What objects can move and how?
We could have an embodied approach to all the activities. Embodying different qualities in movement that can relate to different materials. Closing your eyes and feeling what qualities you’re drawn to intuitively. Awakening the senses during the walk to the metal scrapyard.
- Artist talk by Werner. He brings the objects from the scrapyard he uses in his work. He explains the functional parts of the wiper motor.
- Tour of Basel to find materials (car scrapyard bike parts). Marta and Werner
- Sensory walk
- Testing the materials
This part of the workshop is where the Tinguely analysis becomes embodied. Students just spent time in the museum learning to read mechanisms. Now the question is: can students spot the same logic in a pile of discarded car parts? Tinguely himself was a regular at scrapyards, and the Basel region was industrially dense enough that he had extraordinary material access.
Before looking in the scrapyard, Werner will give a brief introduction to what to look for, what students can do and how torque and speed are important when choosing the right motor and mechanism. Most car scrapyards allow you to take the components out yourself. We will bring basic tools to take the parts we need. The following parts are important:
Motors:
- Windshield wiper motors
- Window regulator motors
- Heater blower motors
- Seat Adjustment motors
- Cooling fan motors
Transmission
- Windshield wiper linkages
- Break cables
- Joints
- Timing chains and sprockets
As we travel to the scrapyard, Marta will do an exercise focused on colour, material, texture to surprise ourselves with the properties of the object.
3. Marta: Sensory Walk: Awakening Material Perception
Tinguely didn’t approach scrap primarily as a set of functional mechanical components; he approached it as a field of potential movement, character, and chance. The scrapyard was not only a supply store but also a place where forms, rhythms, and unexpected relationships could emerge.

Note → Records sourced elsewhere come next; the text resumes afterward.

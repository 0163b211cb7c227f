import type { DbSession } from '../../../src/db/database.js';
import { quoteIdent } from '../../../src/db/database.js';
import type { RefRow } from './duckdb-reference.js';

/** A snapshot's rows keyed "series|origin|day" (epoch days), features as numbers or null. */
export async function snapshotCells(db: DbSession, table: string): Promise<Map<string, RefRow>> {
  const r = await db.query<Record<string, unknown>>(
    `SELECT *, (day - DATE '1970-01-01') AS kday, (origin - DATE '1970-01-01') AS korigin FROM ${quoteIdent(table)}`,
  );
  const out = new Map<string, RefRow>();
  for (const row of r.rows) {
    const cells: RefRow = {};
    for (const [k, v] of Object.entries(row)) {
      if (k === 'day' || k === 'origin') continue;
      cells[k] = v === null ? null : typeof v === 'boolean' ? Number(v) : Number(v);
    }
    out.set(`${row.series_id}|${row.korigin ?? ''}|${row.kday}`, cells);
  }
  return out;
}

/**
 * Every cell of `columns` in `got` against `want`: both NULL, or equal within a relative
 * tolerance of 1e-9 (absolute 1e-12 near zero, where a relative error is meaningless).
 */
export function compareCells(
  got: ReadonlyMap<string, RefRow>,
  want: ReadonlyMap<string, RefRow>,
  columns: readonly string[],
  tol = 1e-9,
): { compared: number; mismatches: string[] } {
  const mismatches: string[] = [];
  let compared = 0;
  for (const [key, g] of got) {
    const w = want.get(key);
    if (!w) {
      mismatches.push(`${key}: row missing from the reference`);
      continue;
    }
    for (const c of columns) {
      const a = g[c] ?? null;
      const b = w[c] ?? null;
      compared++;
      if (a === null || b === null) {
        if (a !== b) mismatches.push(`${key} ${c}: got ${a}, reference ${b}`);
        continue;
      }
      const diff = Math.abs(a - b);
      if (diff > Math.max(tol * Math.max(Math.abs(a), Math.abs(b)), 1e-12))
        mismatches.push(`${key} ${c}: got ${a}, reference ${b}`);
    }
  }
  if (want.size !== got.size)
    mismatches.push(`row counts differ: snapshot ${got.size}, reference ${want.size}`);
  return { compared, mismatches };
}
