import { expect, test } from 'vitest';
import { buildSnapshot } from '../../../src/build/build-snapshot.js';
import { resolveFeatureSet } from '../../../src/features/feature-set.js';
import { useTestDb } from '../../helpers/db.js';
import { insertChain } from './chain-fixture.js';
import { compareCells, snapshotCells } from './compare-cells.js';
import { duckWithChain, ep, referenceFeatures } from './duckdb-reference.js';

const families = {
  lags: { days: [7, 8, 30] },
  windows: [
    { size: 7, shift: 7 },
    { size: 28, shift: 9, stats: ['mean', 'std', 'min', 'max', 'zero_share', 'ewm'], minDays: 20 },
    { size: 3, shift: 10, stats: ['ewm', 'mean'], alpha: 0.3 },
  ],
  calendar: { eventKinds: ['sporting', 'national'] },
  prices: {},
  encodings: [
    {
      groups: [
        'region',
        'store',
        'category',
        'department',
        'item',
        'store_category',
        'store_department',
        'item_region',
      ],
      window: 28,
      m: 5,
    },
    { groups: ['item'], window: 7, shift: 14, m: 0 },
  ],
  hierarchy: [
    {
      levels: ['store', 'store_category', 'store_department', 'item', 'item_region'],
      size: 14,
      stats: ['mean', 'std', 'min', 'max', 'zero_share'],
    },
    {
      levels: ['total', 'region', 'category', 'department'],
      size: 7,
      shift: 8,
      stats: ['mean', 'std'],
      minDays: 7,
    },
  ],
};

const t = useTestDb(import.meta.url, {
  sets: [
    { name: 'ref_shift', horizon: 7, training: { days: 90 }, families },
    {
      name: 'ref_origin',
      horizon: 5,
      mode: 'origin',
      originEvery: 3,
      pricesKnownAhead: true,
      training: { days: 40 },
      families: { ...families, calendar: { eventKinds: ['cultural'] } },
    },
  ],
});

test.each(['ref_shift', 'ref_origin'])(
  'every cell of %s matches DuckDB computing the same features',
  async (name) => {
    const { db, config } = t();
    if (name === 'ref_shift') await insertChain(db, { stores: 3, items: 7, start: '2023-01-01', days: 240 });
    const cutoff = '2023-07-20';
    const info = await buildSnapshot(db, config, { set: name, cutoff });
    const set = resolveFeatureSet(config, name);
    const got = await snapshotCells(db, info.tableName);
    const con = await duckWithChain(db);
    const keys = [...got.values()].map((r) => ({
      series_id: r.series_id!,
      day: r.kday!,
      origin: r.korigin ?? null,
    }));
    const want = await referenceFeatures(con, set, ep(cutoff), keys);
    const { compared, mismatches } = compareCells(got, want, set.featureNames);
    expect(mismatches.slice(0, 20)).toEqual([]);
    expect(compared).toBe(got.size * set.featureNames.length);
    // The reference is not vacuous: most cells hold values.
    let nulls = 0;
    for (const r of got.values()) for (const c of set.featureNames) if (r[c] === null) nulls++;
    expect(nulls / compared).toBeLessThan(0.2);
  },
);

On the way to the scrapyard, Marta will guide participants through a short somatic exercise designed to awaken the senses and shift perception toward the material qualities of objects.
Participants are invited to temporarily suspend the instinct to identify things by their function. Instead, attention is directed toward texture, weight, temperature, color, and shape. Through simple prompts—such as softening the gaze, briefly closing the eyes, or touching surfaces encountered along the way—participants explore how materials communicate through sensation before they are interpreted intellectually.

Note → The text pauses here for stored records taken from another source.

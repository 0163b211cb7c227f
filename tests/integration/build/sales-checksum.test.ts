import { describe, expect, test } from 'vitest';
import { SalesChecksum } from '../../../src/build/fingerprint.js';
import { readCopyBinary } from '../../../src/db/binary-copy.js';
import { useTestDb } from '../../helpers/db.js';

const t = useTestDb(import.meta.url);

describe('SalesChecksum', () => {
  // The reference is PostgreSQL itself: its hashint8extended and an exact numeric sum, the
  // statement the fingerprint runs when the build does not read the sales itself.
  test('equals the server computing the fingerprint statement, over edge values', async () => {
    const { db } = t();
    await db.exec(`CREATE TABLE ck (series_id int4, day date, units int4);
      INSERT INTO ck
        SELECT (abs(hashint4(k)) % 2000000) + 1, DATE '1970-01-01' + (abs(hashint4(k + 7)) % 40000) - 3000,
               CASE k % 5 WHEN 0 THEN 0 WHEN 1 THEN -(k % 97) WHEN 2 THEN 2147483647 - k ELSE k % 1000 END
        FROM generate_series(1, 200000) k;
      INSERT INTO ck VALUES (1, DATE '1900-01-01', 1), (2147483647 / 100000, DATE '2200-12-31', -2147483648),
        (21474, DATE '2024-02-29', 0), (1, DATE '1970-01-01', -1)`);
    const ref = (
      await db.query<{ n: number; h: string }>(
        `SELECT count(*)::int8 AS n, coalesce(sum(hashint8extended(series_id::int8 * 100000 + (day - DATE '1970-01-01'), units)), 0)::text AS h FROM ck`,
      )
    ).rows[0]!;
    const whole = new SalesChecksum();
    for await (const b of readCopyBinary(
      db.copyTo('COPY (SELECT series_id, day, units FROM ck) TO STDOUT (FORMAT binary)'),
      ['int4', 'date', 'int4'],
      4096,
    )) {
      const [ids, days, units] = b.columns as [Int32Array, Int32Array, Int32Array];
      whole.add(ids, days, units, b.length);
    }
    expect(whole.part()).toEqual({ rows: Number(ref.n), checksum: ref.h });
    expect(new SalesChecksum().part()).toEqual({ rows: 0, checksum: '0' });
  });
});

These perceptions are translated into small embodied responses. A rigid surface might invite a sharp or angular movement, a loose cable might inspire a swinging gesture, while a coiled spring may suggest compression and release. Through the body, participants begin to sense how materials might move, even before encountering them mechanically.
This exercise echoes the spirit of Tinguely’s practice. Working in scrapyards throughout Switzerland and France, he often selected materials not only for their engineering possibilities but also for their expressive and poetic potential. Springs, chains, motors, and gears became elements of unpredictable mechanical “characters.” What mattered was not perfect functionality, but the energy, rhythm, and personality that could emerge from assembled fragments.
By approaching the scrapyard through sensory curiosity first, participants cultivate a form of material innocence. Objects are encountered not as fixed tools with predetermined uses, but as open invitations for movement and transformation. This prepares the group to recognize the latent choreography within discarded parts—much like Tinguely himself did when transforming industrial debris into animated kinetic sculptures.
4. Testing the motors
Werner prepared control circuits for the sculptures. This consists of a switch for ON OFF and direction and speed control. The participants are asked to test their found motors, which connections are there? How do they move? How slow can the motors move? And how strong are they?
- Does it run — switch it on, listen to it, feel the torque at the shaft by hand.
- Speed control — turn the dial across the full range. Find where it drops out at the low end, note the usable range for their intended mechanism.
- Try the different terminals — most wiper motors have multiple terminals that give different speed/torque combinations due to internal winding taps. Try each one and feel the difference. Swap the polarity to confirm direction reversal.